Entries shown below:
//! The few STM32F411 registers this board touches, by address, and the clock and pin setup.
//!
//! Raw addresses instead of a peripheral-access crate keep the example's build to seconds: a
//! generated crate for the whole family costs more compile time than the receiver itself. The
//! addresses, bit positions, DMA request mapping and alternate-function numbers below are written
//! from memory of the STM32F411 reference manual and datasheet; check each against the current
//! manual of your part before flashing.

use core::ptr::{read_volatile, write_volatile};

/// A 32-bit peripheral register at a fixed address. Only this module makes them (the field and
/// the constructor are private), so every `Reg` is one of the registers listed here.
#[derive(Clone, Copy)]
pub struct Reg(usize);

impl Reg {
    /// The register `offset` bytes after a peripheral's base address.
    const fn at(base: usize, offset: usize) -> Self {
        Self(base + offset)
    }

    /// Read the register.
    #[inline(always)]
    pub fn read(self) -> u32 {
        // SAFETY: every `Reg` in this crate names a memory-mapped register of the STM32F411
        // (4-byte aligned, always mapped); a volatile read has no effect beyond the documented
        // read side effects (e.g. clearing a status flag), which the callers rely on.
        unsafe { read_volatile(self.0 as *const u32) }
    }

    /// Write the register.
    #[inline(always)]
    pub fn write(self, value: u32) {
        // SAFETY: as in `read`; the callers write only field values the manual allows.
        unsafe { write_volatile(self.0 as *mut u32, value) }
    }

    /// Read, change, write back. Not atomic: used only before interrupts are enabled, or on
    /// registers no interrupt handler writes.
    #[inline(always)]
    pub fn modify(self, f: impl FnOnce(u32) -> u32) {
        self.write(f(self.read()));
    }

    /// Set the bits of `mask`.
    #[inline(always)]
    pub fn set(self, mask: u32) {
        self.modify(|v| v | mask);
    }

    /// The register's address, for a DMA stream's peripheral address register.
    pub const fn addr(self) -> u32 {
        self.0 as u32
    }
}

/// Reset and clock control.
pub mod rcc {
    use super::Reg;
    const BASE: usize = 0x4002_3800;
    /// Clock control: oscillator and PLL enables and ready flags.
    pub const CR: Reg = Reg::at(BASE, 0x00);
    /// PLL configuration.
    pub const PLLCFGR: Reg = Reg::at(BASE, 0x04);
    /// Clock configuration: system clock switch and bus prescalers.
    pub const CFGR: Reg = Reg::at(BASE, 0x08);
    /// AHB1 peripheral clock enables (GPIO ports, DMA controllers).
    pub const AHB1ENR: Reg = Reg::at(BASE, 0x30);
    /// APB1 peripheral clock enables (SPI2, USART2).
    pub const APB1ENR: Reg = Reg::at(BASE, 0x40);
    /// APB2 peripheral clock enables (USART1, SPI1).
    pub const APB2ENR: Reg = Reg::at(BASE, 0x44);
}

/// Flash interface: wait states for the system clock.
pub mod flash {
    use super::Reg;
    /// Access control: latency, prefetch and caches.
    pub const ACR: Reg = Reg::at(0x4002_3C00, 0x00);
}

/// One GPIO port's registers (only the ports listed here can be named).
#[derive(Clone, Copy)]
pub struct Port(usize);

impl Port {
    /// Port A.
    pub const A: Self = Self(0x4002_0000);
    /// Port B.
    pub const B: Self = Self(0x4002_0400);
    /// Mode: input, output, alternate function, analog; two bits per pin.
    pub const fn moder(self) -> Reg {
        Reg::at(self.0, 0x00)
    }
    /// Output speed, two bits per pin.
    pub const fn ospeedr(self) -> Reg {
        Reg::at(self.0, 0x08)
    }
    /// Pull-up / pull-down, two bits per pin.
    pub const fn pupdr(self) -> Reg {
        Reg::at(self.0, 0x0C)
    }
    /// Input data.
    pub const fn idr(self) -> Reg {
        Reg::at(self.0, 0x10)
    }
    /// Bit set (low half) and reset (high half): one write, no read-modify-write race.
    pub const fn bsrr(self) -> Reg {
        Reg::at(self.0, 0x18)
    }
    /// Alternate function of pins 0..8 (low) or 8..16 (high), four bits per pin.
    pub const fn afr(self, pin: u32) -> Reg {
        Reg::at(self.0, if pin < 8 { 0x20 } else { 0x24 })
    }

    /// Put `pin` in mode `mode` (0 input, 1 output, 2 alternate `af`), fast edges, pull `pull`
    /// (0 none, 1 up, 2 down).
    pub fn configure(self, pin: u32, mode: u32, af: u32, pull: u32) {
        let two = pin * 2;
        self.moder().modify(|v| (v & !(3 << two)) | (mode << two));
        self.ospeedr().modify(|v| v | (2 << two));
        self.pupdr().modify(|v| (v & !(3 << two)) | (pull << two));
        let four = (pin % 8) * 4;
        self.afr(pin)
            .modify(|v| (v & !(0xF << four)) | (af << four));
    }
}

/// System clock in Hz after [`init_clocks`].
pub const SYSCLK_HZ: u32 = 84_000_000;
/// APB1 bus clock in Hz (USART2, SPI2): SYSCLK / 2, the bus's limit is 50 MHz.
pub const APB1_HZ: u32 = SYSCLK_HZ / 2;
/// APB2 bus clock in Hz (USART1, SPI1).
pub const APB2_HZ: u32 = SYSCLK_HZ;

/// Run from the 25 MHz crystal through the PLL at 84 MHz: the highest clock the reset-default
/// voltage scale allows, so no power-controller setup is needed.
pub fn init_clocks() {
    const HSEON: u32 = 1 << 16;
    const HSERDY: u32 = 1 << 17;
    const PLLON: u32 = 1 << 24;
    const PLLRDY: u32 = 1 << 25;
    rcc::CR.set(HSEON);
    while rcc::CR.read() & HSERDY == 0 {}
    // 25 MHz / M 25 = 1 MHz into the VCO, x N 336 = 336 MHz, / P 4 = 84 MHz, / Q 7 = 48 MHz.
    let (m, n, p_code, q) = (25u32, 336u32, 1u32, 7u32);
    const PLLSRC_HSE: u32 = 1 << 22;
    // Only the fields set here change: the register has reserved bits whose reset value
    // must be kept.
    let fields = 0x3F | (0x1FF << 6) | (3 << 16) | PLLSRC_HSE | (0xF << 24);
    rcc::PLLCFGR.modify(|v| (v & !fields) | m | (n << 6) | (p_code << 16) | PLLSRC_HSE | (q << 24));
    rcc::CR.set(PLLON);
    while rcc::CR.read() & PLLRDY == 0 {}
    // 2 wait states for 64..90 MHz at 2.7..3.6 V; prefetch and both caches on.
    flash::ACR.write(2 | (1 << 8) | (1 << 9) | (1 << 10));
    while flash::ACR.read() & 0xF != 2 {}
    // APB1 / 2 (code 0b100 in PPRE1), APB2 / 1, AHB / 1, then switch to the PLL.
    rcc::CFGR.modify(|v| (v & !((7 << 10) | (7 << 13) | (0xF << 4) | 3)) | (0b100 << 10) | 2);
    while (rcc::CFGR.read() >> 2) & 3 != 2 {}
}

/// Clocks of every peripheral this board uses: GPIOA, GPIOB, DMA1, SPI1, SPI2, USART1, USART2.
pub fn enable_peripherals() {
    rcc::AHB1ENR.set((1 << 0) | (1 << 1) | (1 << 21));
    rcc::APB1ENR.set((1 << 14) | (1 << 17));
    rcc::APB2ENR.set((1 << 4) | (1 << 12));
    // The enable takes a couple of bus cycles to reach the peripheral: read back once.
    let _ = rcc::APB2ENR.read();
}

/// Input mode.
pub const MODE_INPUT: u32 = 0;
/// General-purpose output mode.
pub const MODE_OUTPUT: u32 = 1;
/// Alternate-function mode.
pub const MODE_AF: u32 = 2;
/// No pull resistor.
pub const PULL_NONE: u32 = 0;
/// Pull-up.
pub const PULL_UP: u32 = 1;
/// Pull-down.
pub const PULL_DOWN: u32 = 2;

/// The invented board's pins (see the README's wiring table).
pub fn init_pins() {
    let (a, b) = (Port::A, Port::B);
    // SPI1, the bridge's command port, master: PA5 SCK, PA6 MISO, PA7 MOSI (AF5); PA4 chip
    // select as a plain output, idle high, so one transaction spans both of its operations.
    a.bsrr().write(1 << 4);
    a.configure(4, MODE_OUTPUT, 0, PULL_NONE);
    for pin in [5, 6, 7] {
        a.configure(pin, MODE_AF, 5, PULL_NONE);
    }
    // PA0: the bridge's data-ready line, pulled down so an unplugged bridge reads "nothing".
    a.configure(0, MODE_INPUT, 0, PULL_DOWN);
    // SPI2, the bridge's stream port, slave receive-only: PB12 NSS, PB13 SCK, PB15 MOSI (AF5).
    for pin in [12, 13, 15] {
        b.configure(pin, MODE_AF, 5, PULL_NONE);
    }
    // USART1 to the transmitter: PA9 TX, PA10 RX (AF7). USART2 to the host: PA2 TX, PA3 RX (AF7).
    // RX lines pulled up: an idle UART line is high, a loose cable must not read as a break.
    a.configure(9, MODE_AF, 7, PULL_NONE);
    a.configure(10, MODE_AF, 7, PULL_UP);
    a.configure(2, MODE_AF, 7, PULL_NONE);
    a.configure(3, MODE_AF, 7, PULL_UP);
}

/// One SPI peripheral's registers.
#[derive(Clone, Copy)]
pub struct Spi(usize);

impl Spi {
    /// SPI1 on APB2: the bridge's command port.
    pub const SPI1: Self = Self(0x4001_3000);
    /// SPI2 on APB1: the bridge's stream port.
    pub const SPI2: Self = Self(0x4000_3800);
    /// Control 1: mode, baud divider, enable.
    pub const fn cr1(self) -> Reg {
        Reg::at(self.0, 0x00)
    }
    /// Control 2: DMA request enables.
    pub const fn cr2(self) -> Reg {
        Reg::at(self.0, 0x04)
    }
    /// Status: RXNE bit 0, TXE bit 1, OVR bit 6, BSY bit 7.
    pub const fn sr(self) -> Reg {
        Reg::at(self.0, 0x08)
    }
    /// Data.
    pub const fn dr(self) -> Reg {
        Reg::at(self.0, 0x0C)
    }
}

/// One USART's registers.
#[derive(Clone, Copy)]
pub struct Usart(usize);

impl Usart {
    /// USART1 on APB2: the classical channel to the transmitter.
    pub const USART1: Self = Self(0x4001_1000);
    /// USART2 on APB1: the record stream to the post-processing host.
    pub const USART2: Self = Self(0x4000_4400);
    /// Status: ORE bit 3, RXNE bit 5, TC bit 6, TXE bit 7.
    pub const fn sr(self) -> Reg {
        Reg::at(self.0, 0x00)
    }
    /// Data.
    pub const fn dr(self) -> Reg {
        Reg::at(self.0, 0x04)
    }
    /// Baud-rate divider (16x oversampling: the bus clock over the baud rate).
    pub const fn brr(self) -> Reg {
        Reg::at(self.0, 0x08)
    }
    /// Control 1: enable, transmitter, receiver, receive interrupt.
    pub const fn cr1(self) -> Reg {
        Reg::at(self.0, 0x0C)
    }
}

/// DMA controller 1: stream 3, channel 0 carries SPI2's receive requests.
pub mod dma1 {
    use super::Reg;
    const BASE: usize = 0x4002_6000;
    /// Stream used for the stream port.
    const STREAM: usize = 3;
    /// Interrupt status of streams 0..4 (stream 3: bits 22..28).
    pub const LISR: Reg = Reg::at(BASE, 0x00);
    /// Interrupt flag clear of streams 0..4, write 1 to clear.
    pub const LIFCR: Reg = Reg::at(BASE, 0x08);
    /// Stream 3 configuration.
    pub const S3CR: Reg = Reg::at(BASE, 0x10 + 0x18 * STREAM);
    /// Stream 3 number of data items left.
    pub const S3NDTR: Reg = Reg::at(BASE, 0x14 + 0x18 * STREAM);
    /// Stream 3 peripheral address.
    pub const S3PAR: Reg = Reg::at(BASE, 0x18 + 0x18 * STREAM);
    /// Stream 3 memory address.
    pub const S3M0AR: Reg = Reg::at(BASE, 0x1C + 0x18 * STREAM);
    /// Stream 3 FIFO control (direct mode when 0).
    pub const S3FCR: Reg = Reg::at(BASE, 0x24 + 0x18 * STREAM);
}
End of Entries shown.
» **Problem to work on**
Give again, word for word, every line of the listing above from the one with "no read-modify-write race." to the one with "self.ospeedr().modify(|v| v |", both inclusive, and nothing beyond them.

» **Response below**
    /// Bit set (low half) and reset (high half): one write, no read-modify-write race.
    pub const fn bsrr(self) -> Reg {
        Reg::at(self.0, 0x18)
    }
    /// Alternate function of pins 0..8 (low) or 8..16 (high), four bits per pin.
    pub const fn afr(self, pin: u32) -> Reg {
        Reg::at(self.0, if pin < 8 { 0x20 } else { 0x24 })
    }

    /// Put `pin` in mode `mode` (0 input, 1 output, 2 alternate `af`), fast edges, pull `pull`
    /// (0 none, 1 up, 2 down).
    pub fn configure(self, pin: u32, mode: u32, af: u32, pull: u32) {
        let two = pin * 2;
        self.moder().modify(|v| (v & !(3 << two)) | (mode << two));
        self.ospeedr().modify(|v| v | (2 << two));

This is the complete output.